> [ASSIGNMENT]
Please print the records below exactly as they are written.

> [SUPPLIED RECORDS]
::::::::::
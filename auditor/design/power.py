"""Power of the t test of a slope, and the Sxx (or n, or range) a design needs.

For a straight line, SE(b1) = σ/√Sxx and t = b1/SE follows a noncentral t distribution with
df = n − 2 (n − 1 through the origin) and noncentrality δ = β1·√Sxx/σ. The power of the two-sided
test at level α is P(|T| > t_crit) under that distribution. It is computed with
the noncentral t (``scipy.special`` through auditor.fit.distributions), not with a normal
approximation: at small df the normal overstates power by
several percentage points (tests/test_power.py shows it against a Monte Carlo simulation).

Everything here is plain arithmetic on numbers; the design metrics (auditor.design.metrics) and the
planner (auditor.cli.plan) build on it.
"""

from __future__ import annotations

import math
from collections.abc import Callable
from functools import lru_cache

import numpy as np
from numpy.typing import ArrayLike, NDArray

from auditor.design.brent import brentq
from auditor.fit.distributions import nct_tails, t_ppf
from auditor.fit.sums import exact_sum

FloatArray = NDArray[np.float64]


def _check(df: int, alpha: float) -> None:
    if df < 1:
        raise ValueError(f"df must be at least 1 for a t test, got {df!r}")
    if not 0.0 < alpha < 1.0:
        raise ValueError(f"alpha must lie strictly between 0 and 1, got {alpha!r}")


def power_at(noncentrality: float, df: int, alpha: float) -> float:
    """Power of the two-sided t test at level ``alpha`` when t has noncentrality ``δ``."""
    _check(df, alpha)
    return _power_beyond(noncentrality, df, alpha, float(t_ppf(1.0 - alpha / 2.0, df)))


def _power_beyond(noncentrality: float, df: int, alpha: float, critical: float) -> float:
    """Power with the critical value already known (computed once per root search)."""
    delta = abs(float(noncentrality))
    if delta == 0.0:
        return alpha
    upper, lower = nct_tails(critical, df, delta)
    return min(1.0, upper + lower)


def slope_power(slope: float, sigma: float, sxx: float, df: int, alpha: float) -> float:
    """Power to detect a true slope ``slope`` with residual SD ``sigma`` and spread ``sxx``."""
    if sigma <= 0.0 or sxx <= 0.0:
        raise ValueError(f"sigma and Sxx must be positive, got {sigma!r} and {sxx!r}")
    return power_at(slope * math.sqrt(sxx) / sigma, df, alpha)


@lru_cache(maxsize=4096)
def noncentrality_for(power: float, df: int, alpha: float) -> float:
    """The δ at which the two-sided test reaches ``power`` (0 when power ≤ alpha).

    Cached: the design metrics, the advice and the planner ask for the same few (power, df,
    alpha) again and again, and each answer is a root search of some twenty noncentral t tails.
    """
    _check(df, alpha)
    if not 0.0 < power < 1.0:
        raise ValueError(f"power must lie strictly between 0 and 1, got {power!r}")
    if power <= alpha:
        return 0.0
    critical = float(t_ppf(1.0 - alpha / 2.0, df))
    high = 1.0
    while _power_beyond(high, df, alpha, critical) < power:
        high *= 2.0
        if high > 1e8:  # unreachable at any sane df and power; say so rather than loop
            raise ValueError(f"power {power!r} cannot be reached with df = {df}")
    return float(
        brentq(lambda d: _power_beyond(d, df, alpha, critical) - power, 0.0, high, xtol=1e-12)
    )


def min_detectable_slope(sigma: float, sxx: float, df: int, alpha: float, power: float) -> float:
    """The smallest true slope detected with ``power`` at ``alpha``: δ*·σ/√Sxx."""
    return noncentrality_for(power, df, alpha) * sigma / math.sqrt(sxx)


def sxx_to_detect(slope: float, sigma: float, df: int, alpha: float, power: float) -> float:
    """The Sxx at which a true slope ``slope`` is detected with ``power`` (for this df)."""
    if slope == 0.0:
        return math.inf
    return (noncentrality_for(power, df, alpha) * sigma / abs(slope)) ** 2


def sxx_for_se(sigma: float, target_se: float) -> float:
    """SE(b1) = σ/√Sxx, so Sxx = (σ/SE)²: quadrupling Sxx halves the SE."""
    return (sigma / target_se) ** 2


def sxx_for_half_width(sigma: float, half_width: float, df: int, confidence: float) -> float:
    """The Sxx at which the two-sided CI of the slope has the given half-width."""
    critical = float(t_ppf(0.5 + confidence / 2.0, df))
    return (critical * sigma / half_width) ** 2


# --- designs --------------------------------------------------------------------------------


def sxx_of(x: ArrayLike, intercept: bool = True) -> float:
    """Σ(x − x̄)² with an intercept (centred, two-pass), Σx² through the origin."""
    values = np.asarray(x, dtype=np.float64)
    if not intercept:
        return exact_sum(values * values)
    mean = exact_sum(values) / values.size
    deviations = values - mean
    return exact_sum(deviations * deviations)


def even_levels(n: int, low: float, high: float) -> FloatArray:
    """``n`` points evenly spaced from ``low`` to ``high`` (both ends included)."""
    if n < 2:
        raise ValueError(f"an evenly spaced design needs at least 2 points, got {n!r}")
    return np.linspace(low, high, n)


def sxx_even(n: int, low: float, high: float) -> float:
    """Sxx of ``n`` evenly spaced points over [low, high]: n(n + 1)(high − low)² / (12(n − 1))."""
    return n * (n + 1) * (high - low) ** 2 / (12.0 * (n - 1))


def sxx_two_end(n: int, low: float, high: float) -> float:
    """Sxx of ``n`` points split between the two ends: a·b/n·(high − low)² (a + b = n)."""
    at_low = n // 2
    return at_low * (n - at_low) / n * (high - low) ** 2


def width_for_sxx_even(sxx: float, n: int) -> float:
    """The range ``n`` evenly spaced points must span to reach ``sxx``."""
    return math.sqrt(12.0 * (n - 1) * sxx / (n * (n + 1)))


def smallest_n(
    sxx_of_n: Callable[[int], float],
    needed_for_df: Callable[[int], float],
    n_min: int = 3,
    n_max: int = 10_000,
    parameters: int = 2,
) -> int | None:
    """The smallest n (from ``n_min``) whose design reaches the Sxx its own df needs.

    The design's Sxx grows with n and the Sxx needed shrinks as df grows, so "enough" is monotone
    in n: a doubling search then bisection needs ~2·log2(n) power solves, not n of them.
    """

    def enough(n: int) -> bool:
        return sxx_of_n(n) >= needed_for_df(n - parameters)

    low = max(n_min, parameters + 1)
    if low > n_max:
        return None
    if enough(low):
        return low
    high = low
    while not enough(high):
        if high >= n_max:
            return None
        low, high = high, min(n_max, high * 2)
    while high - low > 1:  # invariant: not enough(low), enough(high)
        middle = (low + high) // 2
        if enough(middle):
            high = middle
        else:
            low = middle
    return high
::::::::::
> [REPLY]
filename auditor/design/power.py
"""Power of the t test of a slope, and the Sxx (or n, or range) a design needs.

For a straight line, SE(b1) = σ/√Sxx and t = b1/SE follows a noncentral t distribution with
df = n − 2 (n − 1 through the origin) and noncentrality δ = β1·√Sxx/σ. The power of the two-sided
test at level α is P(|T| > t_crit) under that distribution. It is computed with
the noncentral t (``scipy.special`` through auditor.fit.distributions), not with a normal
approximation: at small df the normal overstates power by
several percentage points (tests/test_power.py shows it against a Monte Carlo simulation).

Everything here is plain arithmetic on numbers; the design metrics (auditor.design.metrics) and the
planner (auditor.cli.plan) build on it.
"""

from __future__ import annotations

import math
from collections.abc import Callable
from functools import lru_cache

import numpy as np
from numpy.typing import ArrayLike, NDArray

from auditor.design.brent import brentq
from auditor.fit.distributions import nct_tails, t_ppf
from auditor.fit.sums import exact_sum

FloatArray = NDArray[np.float64]


def _check(df: int, alpha: float) -> None:
    if df < 1:
        raise ValueError(f"df must be at least 1 for a t test, got {df!r}")
    if not 0.0 < alpha < 1.0:
        raise ValueError(f"alpha must lie strictly between 0 and 1, got {alpha!r}")


def power_at(noncentrality: float, df: int, alpha: float) -> float:
    """Power of the two-sided t test at level ``alpha`` when t has noncentrality ``δ``."""
    _check(df, alpha)
    return _power_beyond(noncentrality, df, alpha, float(t_ppf(1.0 - alpha / 2.0, df)))


def _power_beyond(noncentrality: float, df: int, alpha: float, critical: float) -> float:
    """Power with the critical value already known (computed once per root search)."""
    delta = abs(float(noncentrality))
    if delta == 0.0:
        return alpha
    upper, lower = nct_tails(critical, df, delta)
    return min(1.0, upper + lower)


def slope_power(slope: float, sigma: float, sxx: float, df: int, alpha: float) -> float:
    """Power to detect a true slope ``slope`` with residual SD ``sigma`` and spread ``sxx``."""
    if sigma <= 0.0 or sxx <= 0.0:
        raise ValueError(f"sigma and Sxx must be positive, got {sigma!r} and {sxx!r}")
    return power_at(slope * math.sqrt(sxx) / sigma, df, alpha)


@lru_cache(maxsize=4096)
def noncentrality_for(power: float, df: int, alpha: float) -> float:
    """The δ at which the two-sided test reaches ``power`` (0 when power ≤ alpha).

    Cached: the design metrics, the advice and the planner ask for the same few (power, df,
    alpha) again and again, and each answer is a root search of some twenty noncentral t tails.
    """
    _check(df, alpha)
    if not 0.0 < power < 1.0:
        raise ValueError(f"power must lie strictly between 0 and 1, got {power!r}")
    if power <= alpha:
        return 0.0
    critical = float(t_ppf(1.0 - alpha / 2.0, df))
    high = 1.0
    while _power_beyond(high, df, alpha, critical) < power:
        high *= 2.0
        if high > 1e8:  # unreachable at any sane df and power; say so rather than loop
            raise ValueError(f"power {power!r} cannot be reached with df = {df}")
    return float(
        brentq(lambda d: _power_beyond(d, df, alpha, critical) - power, 0.0, high, xtol=1e-12)
    )


def min_detectable_slope(sigma: float, sxx: float, df: int, alpha: float, power: float) -> float:
    """The smallest true slope detected with ``power`` at ``alpha``: δ*·σ/√Sxx."""
    return noncentrality_for(power, df, alpha) * sigma / math.sqrt(sxx)


def sxx_to_detect(slope: float, sigma: float, df: int, alpha: float, power: float) -> float:
    """The Sxx at which a true slope ``slope`` is detected with ``power`` (for this df)."""
    if slope == 0.0:
        return math.inf
    return (noncentrality_for(power, df, alpha) * sigma / abs(slope)) ** 2


def sxx_for_se(sigma: float, target_se: float) -> float:
    """SE(b1) = σ/√Sxx, so Sxx = (σ/SE)²: quadrupling Sxx halves the SE."""
    return (sigma / target_se) ** 2


def sxx_for_half_width(sigma: float, half_width: float, df: int, confidence: float) -> float:
    """The Sxx at which the two-sided CI of the slope has the given half-width."""
    critical = float(t_ppf(0.5 + confidence / 2.0, df))
    return (critical * sigma / half_width) ** 2


# --- designs --------------------------------------------------------------------------------


def sxx_of(x: ArrayLike, intercept: bool = True) -> float:
    """Σ(x − x̄)² with an intercept (centred, two-pass), Σx² through the origin."""
    values = np.asarray(x, dtype=np.float64)
    if not intercept:
        return exact_sum(values * values)
    mean = exact_sum(values) / values.size
    deviations = values - mean
    return exact_sum(deviations * deviations)


def even_levels(n: int, low: float, high: float) -> FloatArray:
    """``n`` points evenly spaced from ``low`` to ``high`` (both ends included)."""
    if n < 2:
        raise ValueError(f"an evenly spaced design needs at least 2 points, got {n!r}")
    return np.linspace(low, high, n)


def sxx_even(n: int, low: float, high: float) -> float:
    """Sxx of ``n`` evenly spaced points over [low, high]: n(n + 1)(high − low)² / (12(n − 1))."""
    return n * (n + 1) * (high - low) ** 2 / (12.0 * (n - 1))


def sxx_two_end(n: int, low: float, high: float) -> float:
    """Sxx of ``n`` points split between the two ends: a·b/n·(high − low)² (a + b = n)."""
    at_low = n // 2
    return at_low * (n - at_low) / n * (high - low) ** 2


def width_for_sxx_even(sxx: float, n: int) -> float:
    """The range ``n`` evenly spaced points must span to reach ``sxx``."""
    return math.sqrt(12.0 * (n - 1) * sxx / (n * (n + 1)))


def smallest_n(
    sxx_of_n: Callable[[int], float],
    needed_for_df: Callable[[int], float],
    n_min: int = 3,
    n_max: int = 10_000,
    parameters: int = 2,
) -> int | None:
    """The smallest n (from ``n_min``) whose design reaches the Sxx its own df needs.

    The design's Sxx grows with n and the Sxx needed shrinks as df grows, so "enough" is monotone
    in n: a doubling search then bisection needs ~2·log2(n) power solves, not n of them.
    """

    def enough(n: int) -> bool:
        return sxx_of_n(n) >= needed_for_df(n - parameters)

    low = max(n_min, parameters + 1)
    if low > n_max:
        return None
    if enough(low):
        return low
    high = low
    while not enough(high):
        if high >= n_max:
            return None
        low, high = high, min(n_max, high * 2)
    while high - low > 1:  # invariant: not enough(low), enough(high)
        middle = (low + high) // 2
        if enough(middle):
            high = middle
        else:
            low = middle
    return high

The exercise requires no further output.